Given a real $n \times n$ symmetric matrix $A$ and $a_{11}$ is non-zero, if you use Gaussian Elimination to reduce it to $$ \begin{pmatrix} a_{11} & a_1^T \\ 0 & A_2 \end{pmatrix} , $$ $A_2$ will be an $(n-1) \times (n-1)$ symmetric matrix.
How do you prove this?
I played around with $LA = U \to(LA)^T = U^T \rightarrow A^TL^T = U^T \to AL^T = U^T $ and so on, but I can't draw any conclusions about $A_2$.

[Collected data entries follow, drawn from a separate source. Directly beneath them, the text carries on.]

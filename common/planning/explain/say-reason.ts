import type { Reason } from '../problem/explanation';
import type { FormatInstant, Names } from './names';

export function sayReason(_reason: Reason, _names: Names, _formatInstant: FormatInstant): string {
  throw new Error('Not written yet.');
}
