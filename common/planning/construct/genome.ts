/**
 * What a search varies and a generator reads: the order in which stages choose their places, and for each stage the crew it is
 * given (an index into its crews, -1 for the engine's own choice) and whether it may work overtime.
 */
export interface Genome {
  readonly order: Int32Array;
  readonly crewChoice: Int16Array;
  readonly overtime: Uint8Array;
}

/** A genome with an order and nothing else decided. */
export function genomeOf(order: ArrayLike<number>): Genome {
  return {
    order: Int32Array.from(order),
    crewChoice: new Int16Array(order.length).fill(-1),
    overtime: new Uint8Array(order.length),
  };
}

/** A copy that may be changed without changing the first. */
export function copyGenome(genome: Genome): Genome {
  return { order: genome.order.slice(), crewChoice: genome.crewChoice.slice(), overtime: genome.overtime.slice() };
}
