import type { Compiled } from './compiled';
import type { Estimate } from './estimate';

/**
 * Priority rules: a key for each stage, the smallest first. From the survey of Kolisch & Hartmann 1999; the due-date rule follows
 * Kurtulus & Davis 1982 for several projects at once.
 */
export type PriorityRule = (compiled: Compiled, estimate: Estimate) => Float64Array;

/** Latest start time. */
export const latestStartFirst: PriorityRule = (_, estimate) => estimate.latestStart;

/** Latest finish time. */
export const latestFinishFirst: PriorityRule = (_, estimate) =>
  estimate.latestStart.map((start, stage) => start + estimate.whole[stage]);

/** Least slack between earliest and latest start. */
export const leastSlackFirst: PriorityRule = (_, estimate) =>
  estimate.latestStart.map((start, stage) => start - estimate.earliestStart[stage]);

/** Most total successors. */
export const mostSuccessorsFirst: PriorityRule = (compiled, estimate) => {
  const { links, stageCount } = compiled;
  const words = (stageCount + 31) >> 5;
  const reach = new Int32Array(stageCount * words);
  const keys = new Float64Array(stageCount);
  for (let p = stageCount - 1; p >= 0; p -= 1) {
    const stage = estimate.topological[p];
    for (let k = links.outOf[stage]; k < links.outOf[stage + 1]; k += 1) {
      const to = links.to[links.outLinks[k]];
      for (let w = 0; w < words; w += 1) reach[stage * words + w] |= reach[to * words + w];
      reach[stage * words + (to >> 5)] |= 1 << (to & 31);
    }
    for (let w = 0; w < words; w += 1) keys[stage] -= countBits(reach[stage * words + w]);
  }
  return keys;
};

/** Greatest rank positional weight: own work and that of direct successors. */
export const greatestRankFirst: PriorityRule = (compiled, estimate) => {
  const { links } = compiled;
  return estimate.whole.map((minutes, stage) => {
    let weight = minutes;
    for (let k = links.outOf[stage]; k < links.outOf[stage + 1]; k += 1)
      weight += estimate.whole[links.to[links.outLinks[k]]];
    return -weight;
  });
};

/** Latest start, pulled forward for stages that heavy dates wait for. */
export const weightedDatesFirst: PriorityRule = (compiled, estimate) => {
  const { dates } = compiled;
  const weight = new Float64Array(compiled.stageCount);
  for (let date = 0; date < dates.count; date += 1) {
    for (const stage of dates.stages[date])
      weight[stage] = Math.max(weight[stage], dates.weight[date] * (dates.isHard[date] === 1 ? 8 : 1));
  }
  const { links } = compiled;
  for (let p = compiled.stageCount - 1; p >= 0; p -= 1) {
    const stage = estimate.topological[p];
    for (let k = links.outOf[stage]; k < links.outOf[stage + 1]; k += 1) {
      weight[stage] = Math.max(weight[stage], weight[links.to[links.outLinks[k]]]);
    }
  }
  return estimate.latestStart.map((start, stage) => start - 1440 * Math.log2(1 + weight[stage]));
};

/** Every rule by its name, the one that does best on the whole first. */
export const PRIORITY_RULES = {
  latestStart: latestStartFirst,
  latestFinish: latestFinishFirst,
  weightedDates: weightedDatesFirst,
  leastSlack: leastSlackFirst,
  mostSuccessors: mostSuccessorsFirst,
  greatestRank: greatestRankFirst,
} as const satisfies Readonly<Record<string, PriorityRule>>;

/** Stages by a rule's keys; ties by the order in which they come topologically. */
export function orderBy(keys: Float64Array, topological: Int32Array): Int32Array {
  const rank = new Int32Array(topological.length);
  topological.forEach((stage, p) => (rank[stage] = p));
  return Int32Array.from(topological).sort((a, b) => keys[a] - keys[b] || rank[a] - rank[b]);
}

function countBits(word: number): number {
  let bits = word - ((word >>> 1) & 0x55555555);
  bits = (bits & 0x33333333) + ((bits >>> 2) & 0x33333333);
  return Math.imul((bits + (bits >>> 4)) & 0x0f0f0f0f, 0x01010101) >>> 24;
}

After the first step of the LU factorization, we have $$ L_1^{-1}A:= \begin{bmatrix} 1 & 0 \\ -l_{21} & I \end{bmatrix} \begin{bmatrix} a_{11} & a_{12}^T \\ a_{12} & A_{22} \end{bmatrix} = \begin{bmatrix} a_{11} & a_{12}^T \\ 0 & -l_{21}a_{12}^T+A_{22} \end{bmatrix} $$ with $l_{21}:=a_{12}/a_{11}$, which is clearly symmetric because both $A_{22}$ and $l_{21}a_{12}^T=a_{12}a_{12}^T/a_{11}$ are symmetric.